Tutorial: Get started with Graph and AWS
Objectives
By the end of this tutorial, you will be able to:
- Configure Aerolab to manage Aerospike clusters on AWS infrastructure.
- Create an S3 bucket and upload graph data, bulk loader JAR, and configuration files.
- Deploy an Aerospike Database cluster on AWS EC2 using Aerolab.
- Create an EMR cluster with Apache Spark to run distributed bulk loading jobs.
- Load vertex and edge data into Aerospike Graph using distributed processing.
This tutorial shows you how to use AWS infrastructure to load large-scale graph data into Aerospike Graph Service (AGS). You will configure Aerolab for AWS, create an Aerospike cluster, and use AWS Elastic MapReduce (EMR) with Apache Spark to perform a distributed bulk load operation.
AWS infrastructure and data loading
Each AWS component plays a specific role in the pipeline:
- Aerolab provisions and manages the Aerospike cluster on EC2, keeping configuration consistent across nodes.
- Amazon S3 acts as durable staging for CSV data, loader artifacts, and logs that Spark executors read and write.
- Aerospike Database provides the persistent graph store that receives vertex and edge records over the bulk loader protocol.
- EMR with Apache Spark supplies the distributed compute layer that validates, transforms, and streams S3 data into Aerospike.
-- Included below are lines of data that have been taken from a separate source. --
import { findForecast, type ForecastRecord } from '@/db/queries/forecasts';
import { listMaterials, type MaterialRecord } from '@/db/queries/materials';
import {
  listLoggedTreatments,
  listPassSegments,
  listPassStations,
  type PassSegment,
  type PassStation,
} from '@/db/queries/pass-inputs';
import { listPolicies } from '@/db/queries/policy';
import { listCurrentPlans, listPlanned, type PlannedRecord, type PlanRecord } from '@/db/queries/storm-plans';
import { listRouteLegs, listTreated, type StormRecord, type TreatedRecord } from '@/db/queries/storm-state';
import { listStormPasses, type StormPassRow } from '@/db/queries/storms';
import { readPolicy } from '@/lib/contracts/policy';
import { arrivalOffsetsMin } from '@/lib/routing/arrival-offsets';
import { stepAxis, type StepAxis } from '@/lib/time/step-axis';
import { type Policy } from '@/lib/treatment/policy';
import { type StormTreatment } from '@/lib/treatment/project-storm';

const hourMs = 3_600_000;
/** Before a storm begins, and beyond now while it runs. */
const leadMs = hourMs;
const aheadMs = 12 * hourMs;
const longestMs = 72 * hourMs;
/** From this many roads on, steps of 15 min keep the answer to a size that a browser takes at once. */
const manyRoads = 2000;

export interface Arrival {
  /** minutes after a pass set out */
  offsetMin: number;
  truckNumber: number | null;
}

export interface StormFacts {
  storm: StormRecord;
  /** what parts measured from forecast: now, or the end of a storm that is over */
  seenAt: number;
  axis: StepAxis;
  roads: PassSegment[];
  stations: PassStation[];
  forecastIssuedAt: number | null;
  passes: StormPassRow[];
  treated: TreatedRecord[];
  logged: StormTreatment[];
  /** the newest of each pass that is under way or to come, by pass */
  plans: PlanRecord[];
  planned: PlannedRecord[];
  /** by road */
  arrivals: Map<number, Arrival>;
  materials: Map<number, MaterialRecord>;
  policy: Policy;
}

function axisFor(storm: StormRecord, seen: { seenAt: number; forecastUntilAt: number; roads: number }): StepAxis {
  const { seenAt, forecastUntilAt } = seen;
  const fromAt = storm.fromAt.getTime() - leadMs;
  const endAt = storm.untilAt.getTime() + leadMs;
  const wantedAt = storm.closedAt
    ? endAt
    : Math.min(Math.max(endAt, seenAt + aheadMs), Math.max(forecastUntilAt, seenAt + hourMs));
  const untilAt = Math.min(Math.max(wantedAt, fromAt + hourMs), fromAt + longestMs);
  return stepAxis({ fromAt, untilAt, stepMin: seen.roads > manyRoads ? 15 : 10 });
}

async function arrivalsOfRoutes(): Promise<Map<number, Arrival>> {
  const legs = await listRouteLegs();
  const arrivals = new Map<number, Arrival>();
  for (const routeId of new Set(legs.map((leg) => leg.routeId))) {
    const own = legs.filter((leg) => leg.routeId === routeId);
    const truckNumber = own[0]?.truckNumber ?? null;
    for (const [segmentId, offsetMin] of arrivalOffsetsMin(own)) {
      const known = arrivals.get(segmentId);
      if (!known || offsetMin < known.offsetMin) arrivals.set(segmentId, { offsetMin, truckNumber });
    }
  }
  return arrivals;
}

/** The end of a storm that is over, else now. */
export function seenAtOf(storm: StormRecord, now: Date): Date {
  return storm.closedAt && storm.closedAt < now ? storm.closedAt : now;
}

async function weatherOf(forecast: ForecastRecord | null, span: { fromAt: Date; nowAt: Date }) {
  // No forecast has the id 0: the stations then come with their readings alone.
  return listPassStations({ ...span, forecastId: forecast?.id ?? 0 });
}

/** All that a storm's state is computed from, read at once: the same rows that a plan is worked out from. */
export async function readStormFacts(storm: StormRecord, now: Date): Promise<StormFacts> {
  const seen = seenAtOf(storm, now);
  const fromAt = new Date(storm.fromAt.getTime() - leadMs - hourMs);
  const [roads, forecast, passes, treated, logged, plans, policies, materials, arrivals] = await Promise.all([
    listPassSegments(),
    findForecast({ at: seen }),
    listStormPasses({ stormId: storm.id }),
    listTreated({ fromAt, untilAt: seen }),
    listLoggedTreatments({ fromAt, nowAt: seen }),
    storm.closedAt ? [] : listCurrentPlans({ stormId: storm.id, at: seen }),
    listPolicies(),
    listMaterials(),
    arrivalsOfRoutes(),
  ]);
  const [stations, planned] = await Promise.all([
    weatherOf(forecast, { fromAt, nowAt: seen }),
    listPlanned({ planIds: plans.map((plan) => plan.id) }),
  ]);
  const seenAt = seen.getTime();
  return {
    storm,
    seenAt,
    axis: axisFor(storm, { seenAt, forecastUntilAt: forecast?.untilAt?.getTime() ?? seenAt, roads: roads.length }),
    roads,
    stations,
    forecastIssuedAt: forecast?.issuedAt.getTime() ?? null,
    passes,
    treated,
    logged,
    plans,
    planned,
    arrivals,
    materials: new Map(materials.map((material) => [material.id, material])),
    policy: readPolicy(policies[0]?.rules ?? {}),
  };
}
Distributed bulk loading workflow
With the AWS building blocks in place, the load job connects them in a predictable sequence:
- An EMR Spark driver pulls the bulk loader JAR and config from S3, then distributes tasks to executors.
- Executors stream vertex and edge CSV files from S3, apply validation/transformation logic, and stage intermediate results in executor memory or temporary S3 paths as needed.
- Each executor writes validated graph records directly to the Aerospike cluster provisioned by Aerolab, respecting namespace and set mappings you defined.
- Spark pushes progress logs and final status artifacts back into S3 so you can monitor runs with the AWS CLI or console.
Internally, the loader still follows its core phases: preflight checks, temporary data writes, supernode extraction, edge cache generation, vertex writes, and edge writes. Framing those steps alongside S3, EMR, and Aerospike highlights which AWS components support each phase of the workflow.